História
antiga
Rui Alencar Nogueira
Transmitiu-nos
um Espírito iluminado, mercê de Deus, esta grande e incontestável verdade:
"As religiões (erro imperdoável)
todas em luta entre si, exclusivistas, quanto à posse da Verdade, e isso em
nome do próprio Deus, aplicadas não em procurar, como deviam, a ponte que as
ligue, mas em cavar o abismo que as separe; cada uma presa da ânsia de invadir
sozinha o mundo todo, em vez de coordenar-se com as demais, colocando-se no
nível que lhe corresponda pela profundidade da revelação recebida, mais não têm
feito que recobrir de humanismo a originária Centelha Divina." (Do
Livro "A Grande Síntese",
edição da FEB).
Recordo-me,
diante disto, que há cerca de 10 anos servia eu numa guarnição do Norte do país
e estava no meu posto, num sábado, quando o sargento da guarda veio à minha
presença para comunicar a chegada de um sacerdote católico que pretendia
confessar, ali mesmo, todas as praças de serviço naquele dia.
Por
minha vez, devo declarar que, então, ainda não chegara até o meu espírito a luz
da Terceira Revelação e eu ainda desconhecia a
tolerância e a mansidão para com os pobres irmãos em Deus e vivia, portanto,
nas trevas e sob o conceito materialista dos fatos.
Ainda
perplexo, fui ao encontro do padre que se propunha realizar um dos atos do seu culto religioso dentro de um Quartel,
contrariando as leis e os regulamentos militares em vigor, do Estado desde os
tempos memoráveis da proclamação da República e este laicismo foi uma das
grandes conquistas da democracia no nosso país.
"- Tenho ordens do seu comandante para
confessar os homens, disse-me ele.
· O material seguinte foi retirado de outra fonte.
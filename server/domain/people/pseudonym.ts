import { randomInt } from 'node:crypto'
import type { Trx } from '../../db/writer'

// No vowels, so that no word comes out; nothing that reads like another letter or digit.
const letters = '23456789BCDFGHJKMNPQRTVWXZ'

/** A name by which somebody is called where names are hidden: drawn at random, never made from the person. */
export const drawPseudonym = (): string => Array.from({ length: 5 }, () => letters[randomInt(letters.length)]).join('')

/** One that nobody in the course bears. */
export async function freePseudonym(trx: Trx, courseId: string): Promise<string> {
  for (;;) {
    const pseudonym = drawPseudonym()
    const taken = await trx.selectFrom('membership').select('id').where('course_id', '=', courseId).where('pseudonym', '=', pseudonym).executeTakeFirst()
    if (!taken) return pseudonym
  }
}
Sou o capelão militar. Não vê que uso na
manga da batina as estrelas de Capitão?"
"- Desconheço essa função militar,
reverendo. O desejo é, em verdade, muito antigo, mas os fatos ainda não estão consumados. Traga
esta ordem escrita, porque ela é absurda e não pode ser cumprida assim ... de boca!"
-
"- Ora, tenente, mas que exigência tola!
O senhor é muito moço! Ainda não compreende a vida. Eu poderei ser, um dia, seu
superior. E, olhe, o senhor terá que me fazer continência!"
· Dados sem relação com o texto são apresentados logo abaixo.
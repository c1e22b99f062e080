import { refuse } from '#shared/errors'
import type { Read } from '../../db/writer'
import { holderOfToken } from './oneTimeToken'

export interface Invited { personId: string, name: string, email: string }

/** Whom an invitation is for, while it is good. */
export async function readInvitation(read: Read, token: string, now: number): Promise<Invited> {
  const personId = await holderOfToken(read, { purpose: 'invite', token, now }) ?? refuse('token_invalid')
  const person = await read.selectFrom('person').select(['display_name', 'email_norm']).where('id', '=', personId).where('state', '=', 'invited').executeTakeFirst() ?? refuse('token_invalid')
  return { personId, name: person.display_name ?? '', email: person.email_norm ?? '' }
}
"- Tudo é possível, não nego, porque o
mundo caminha para frente... mas dá os seus passos para trás, e nós podemos voltar às
ladainhas nas casernas, como no tempo do Império. Mas, vamos esperar. Por
enquanto, a Lei é outra bem diferente."
Meia
hora depois, o comandante - homem católico e que fora um dos organizadores da
chamada "páscoa dos militares", dela participando como comungante,
chamou-me ao telefone.
"-
Tenente, o padre F... veio à minha residência queixar-se. O senhor exigiu uma
ordem escrita para que ele pudesse realizar confissões aí no Quartel, embora
seja amanhã o dia da nossa páscoa?"
"- Perfeitamente, coronel - respondi-lhe.
O regulamento neste particular é bem claro e não permite. O senhor concedeu a ordem
escrita?"
"
- Não, meu filho, redarguiu paternalmente. Você cumpriu o seu dever. Muito bem!
As nossas igrejas, realmente, estão bastante próximas
e os que desejarem poderão ir a qualquer delas, com toda convicção, mas sem a
obrigatoriedade. Esta, sim, é a verdadeira religião - um dos verdadeiros
caminhos que nos levam a Deus. Obrigar o soldado a ser católico, meu filho, não
é possível nem é doutrina de Cristo!"
"-
Mas, comandante ... "
"- Não diga nada, tenente, porque a
Verdade está ao alcance de todos e Deus nunca foi nem será privilégio de ninguém ... "
"- Obrigado, coronel, pela excelente
lição."
"-
Boa tarde, rapaz! Continue cumprindo assim os regulamentos da nossa
instituição. É uma forma de ser cristão... "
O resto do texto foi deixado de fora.